**TRY IT**
Every line from the first in the listing below to the line containing "from bedplan.data.demand.demand_methods import" is to be repeated exactly, and no line past it.

**DATA EXCERPTS**
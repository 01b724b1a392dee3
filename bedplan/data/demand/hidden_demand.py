"""From the patients a ward admitted to those who wanted a bed on it: step by step, by every method the files allow."""

from __future__ import annotations

import math
from dataclasses import dataclass, field
from typing import TYPE_CHECKING

from bedplan.data.demand.asked import Asked, who_asked
from bedplan.data.demand.demand_methods import (
    CARRIED,
    LIST,
    OPEN_TIME,
    SPECIALTY,
    by_carried_load,
    by_list,
    by_open_time,
    by_specialty,
    list_and,
    listed_per_day,
    most_by_beds,
    share_text,
    wall_text,
)
from bedplan.data.demand.evidence import NINETY, DemandMethod, Evidence, Range, gather
from bedplan.data.wards.patients import beds_used, own_patients, started
from bedplan.data.wards.silence import without_silences
from bedplan.errors import ImpossibleFigure
from bedplan.wording import percent

if TYPE_CHECKING:
    from bedplan.data.beside.capacity import Capacity
    from bedplan.data.beside.logs import EventLog
    from bedplan.data.cleaning.records import Records

BEST_FIRST = (LIST, OPEN_TIME, CARRIED, SPECIALTY)
RECORDED = "recorded admissions alone"


@dataclass(frozen=True, slots=True)
class DemandStep:
    """One step from recorded to demand: the patients a day and beds it adds (below 0: takes away)."""

    label: str
    patients_per_day: float
    beds: float


@dataclass(frozen=True, slots=True)
class HiddenDemand:
    """What was wanted of a ward over the file's days, whether there was a bed or not.

    ``steps`` lead from what is recorded on the ward, the first, to its demand: they add up to it. ``methods``:
    every method of finding demand, used or not, and why; ``method`` names the one that the steps follow. ``interval`` and
    ``beds_interval`` are its 90 % intervals; ``spread`` (patients a day) and ``beds_spread`` reach from the lowest to
    the highest bound of all methods used. ``asked``: when those of the method followed came.
    """

    ward: str
    method: str
    steps: tuple[DemandStep, ...]
    methods: tuple[DemandMethod, ...]
    interval: Range
    beds_interval: Range
    spread: Range
    beds_spread: Range
    notes: tuple[str, ...]
    asked: Asked = field(compare=False, repr=False)

    @property
    def admitted_per_day(self) -> float:
        """How many patients a day does the ward's own record show?"""
        return self.steps[0].patients_per_day

    @property
    def demand_per_day(self) -> float:
        """How many patients a day wanted a bed on this ward?"""
        return math.fsum(step.patients_per_day for step in self.steps)

    @property
    def beds_wanted(self) -> float:
        """How many beds would they have used on average, had there always been one?"""
        return math.fsum(step.beds for step in self.steps)

    @property
    def takes_away(self) -> bool:
        """Is less wanted than was in use, because other wards' patients are taken out?"""
        return self.beds_wanted < self.steps[0].beds

    @property
    def mean_stay_days(self) -> float:
        """How long do the ward's own patients use a bed, on average?"""
        return self.beds_wanted / self.demand_per_day if self.demand_per_day > 0 else 0.0


def hidden_demand(
    records: Records,
    ward: str,
    *,
    capacity: Capacity | None = None,
    refusals: EventLog | tuple[EventLog, ...] | None = None,
    share_recorded: float | Range = 1.0,
) -> HiddenDemand:
    """How many patients wanted a bed on this ward, those included who lay elsewhere or could not be given one?

    Every method that the files allow is shown with its 90 % interval. The one followed is the first of these that can
    be used: lists of those who could not be given a bed (``refusals``: one or more of refusals and cancellations),
    arrivals while a bed was free, the Erlang loss formula solved for demand, the ward's own patients wherever they
    lay. All of them count its own patients on other wards. The second and third are refused where patients queue for
    the ward: a freed bed is then taken by somebody who came earlier. ``share_recorded``: the share of refusals that
    get written down, above 0 and at most 1, or the lowest and highest that the planner holds possible.

    Raises:
        ImpossibleFigure: a share outside its meaning.
        UnreadableRecords: no stay on the ward, or none that ended.

    Source: Wolff 1982 (open time); Erlang 1917 (carried load).
    Checked by: tests/data/demand/test_hidden_demand.py
    """
    share = _share(share_recorded)
    brought = refusals if isinstance(refusals, tuple) else () if refusals is None else (refusals,)
    logs = tuple(log.linked_to(records) for log in brought)
    found = without_silences(records.settled, ward, settled=True)
    evidence = gather(own_patients(found, ward), capacity and capacity.linked_to(records))
    methods = (
        by_list(evidence, logs, share),
        by_specialty(evidence),
        by_open_time(evidence),
        by_carried_load(evidence),
    )
    used = {name: method for name in BEST_FIRST for method in methods if method.name == name and method.used}
    followed = next(iter(used.values()), None) or evidence.found(RECORDED, "")
    most = _at_most(evidence, followed)
    shown = [*(list(used.values()) or [followed]), *([most] if most else [])]
    return HiddenDemand(
        ward=ward,
        method=followed.name,
        steps=_steps(evidence, followed),
        methods=methods,
        interval=followed.interval,
        beds_interval=followed.beds_interval,
        spread=(min(one.interval[0] for one in shown), max(one.interval[1] for one in shown)),
        beds_spread=(min(one.beds_interval[0] for one in shown), max(one.beds_interval[1] for one in shown)),
        notes=(
            *_notes(evidence, followed),
            *_range_notes(evidence, most),
            *(note for log in logs for note in log.notes_on(ward)),
            *_listed_too_few(evidence, logs, share, used),
        ),
        asked=who_asked(evidence, followed, logs, share),
    )


def _share(given: float | Range) -> Range:
    """Return the lowest and highest share that gets written down, checked."""
    low, high = (given, given) if isinstance(given, int | float) else given
    if not 0 < low <= high <= 1:
        said = f"{low:g}" if low == high else f"{low:g} to {high:g}"
        raise ImpossibleFigure(
            f"A share written down of {said} is not possible: it lies above 0 and is at most 1, the lower figure first."
        )
    return float(low), float(high)


def _steps(evidence: Evidence, followed: DemandMethod) -> tuple[DemandStep, ...]:
    """Return the steps that add up to demand; those that change nothing are left out."""
    own, records = evidence.own, evidence.own.records
    ward, more = own.ward, followed.patients_per_day - evidence.had_a_bed_per_day
    guests = started(records, own.guests["start"]) / evidence.days, beds_used(records, own.guests)
    here = evidence.direct_per_day + evidence.moved_in_per_day
    steps = (
        DemandStep(f"Recorded on {ward}", here + guests[0], evidence.beds_here + guests[1]),
        DemandStep("Other wards' patients here, taken out", -guests[0], -guests[1]),
        DemandStep("Own patients elsewhere, brought home", evidence.elsewhere_per_day, evidence.beds_elsewhere),
        DemandStep("Could not be given a bed here", more, more * evidence.mean_stay_days),
    )
    return tuple(step for place, step in enumerate(steps) if place == 0 or step.beds or step.patients_per_day)


def _at_most(evidence: Evidence, followed: DemandMethod) -> DemandMethod | None:
    """Return what the range must reach up to, where the method followed sees nobody who went elsewhere."""
    blind = followed.name == RECORDED or (followed.name == SPECIALTY and evidence.walls)
    return most_by_beds(evidence) if blind else None


def _range_notes(evidence: Evidence, most: DemandMethod | None) -> list[str]:
    """Say what to check in the file of beds, and why the range reaches up."""
    notes, wall = [], wall_text(evidence)
    if wall:
        notes.append(f"{wall} Check the file of beds: every bed too many hides patients who found the ward full.")
    if most:
        as_if = (
            "with the beds that were used" if wall else "if none of those who came while one was free had waited for it"
        )
        high = f"{most.patients_per_day:.2f} patients a day, at most {most.interval[1]:.2f}"
        notes.append(f"The range reaches up to what {most.name} would give {as_if}: {high}.")
    return notes


def _notes(evidence: Evidence, followed: DemandMethod) -> list[str]:
    """Return what belongs beside the answer."""
    own, records = evidence.own, evidence.own.records
    notes = [f"Averages over the {evidence.days:,} days of the file that count, not the latest year alone."]
    if own.specialties:
        twins = f" Such patients on {list_and(list(own.twins))} are at home there." if own.twins else ""
        kinds = list_and(list(own.specialties))
        notes.append(f"Its own patients are those of {kinds}, {percent(own.share)} of the stays on it.{twins}")
    if len(own.guests):
        notes.append(
            f"Patients of other wards used {beds_used(records, own.guests):.1f} of its beds. They are left out here, "
            "because they belong to the demand of their own wards; if those get no more beds, they still need these."
        )
    if len(own.on_the_way):
        wards = list_and(sorted({str(ward) for ward in own.on_the_way["ward"]}))
        notes.append(
            f"Its patients on {wards} ({beds_used(records, own.on_the_way):.1f} beds) are not counted: most only pass "
            "through there, so these beds are care on the way, or waiting, and are needed there."
        )
    if own.specialties and not own.knows_moves:
        notes.append(
            "No patient has two stays in the file, so those on their way to or from the ward can't be told apart."
        )
    if followed.name == SPECIALTY:
        all_full = evidence.all_full_share
        share = "" if all_full is None else f" All of them were full at once {percent(all_full)} of the time."
        notes.append(
            "Patients who found a bed on none of these wards, and went to another hospital or home, are not in the file "
            f"nor in the range: demand may be higher.{share}"
        )
    if followed.name == RECORDED:
        notes.append(
            "These files can't tell how many could not be given a bed: those who waited and then came in are in the "
            "records, those who went elsewhere are not, so demand may be higher."
        )
    return notes


def _listed_too_few(
    evidence: Evidence, logs: tuple[EventLog, ...], share: Range, used: dict[str, DemandMethod]
) -> list[str]:
    """Say so where the lists seem to miss more than the planner's share, by arrivals while a bed was free."""
    if LIST not in used or OPEN_TIME not in used:
        return []
    by_open, by_name = (used[name].patients_per_day - evidence.had_a_bed_per_day for name in (OPEN_TIME, LIST))
    if by_open - by_name <= NINETY * evidence.direct.error:
        return []
    seems = sum(listed_per_day(evidence, log)[0] for log in logs) / by_open
    said = (
        f"The list may miss more than assumed: by arrivals while a bed was free, {by_open:.2f} patients a day could "
        f"not be given one, by the list {by_name:.2f}. About {percent(seems)} of such cases seem to be written down, "
        f"where {share_text(share)} was assumed: if so, demand is higher."
    )
    return [said]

**SOLVED EXERCISE**
repository 01b724b1a392dee3
filename bedplan/data/demand/hidden_demand.py
"""From the patients a ward admitted to those who wanted a bed on it: step by step, by every method the files allow."""

from __future__ import annotations

import math
from dataclasses import dataclass, field
from typing import TYPE_CHECKING

from bedplan.data.demand.asked import Asked, who_asked
from bedplan.data.demand.demand_methods import (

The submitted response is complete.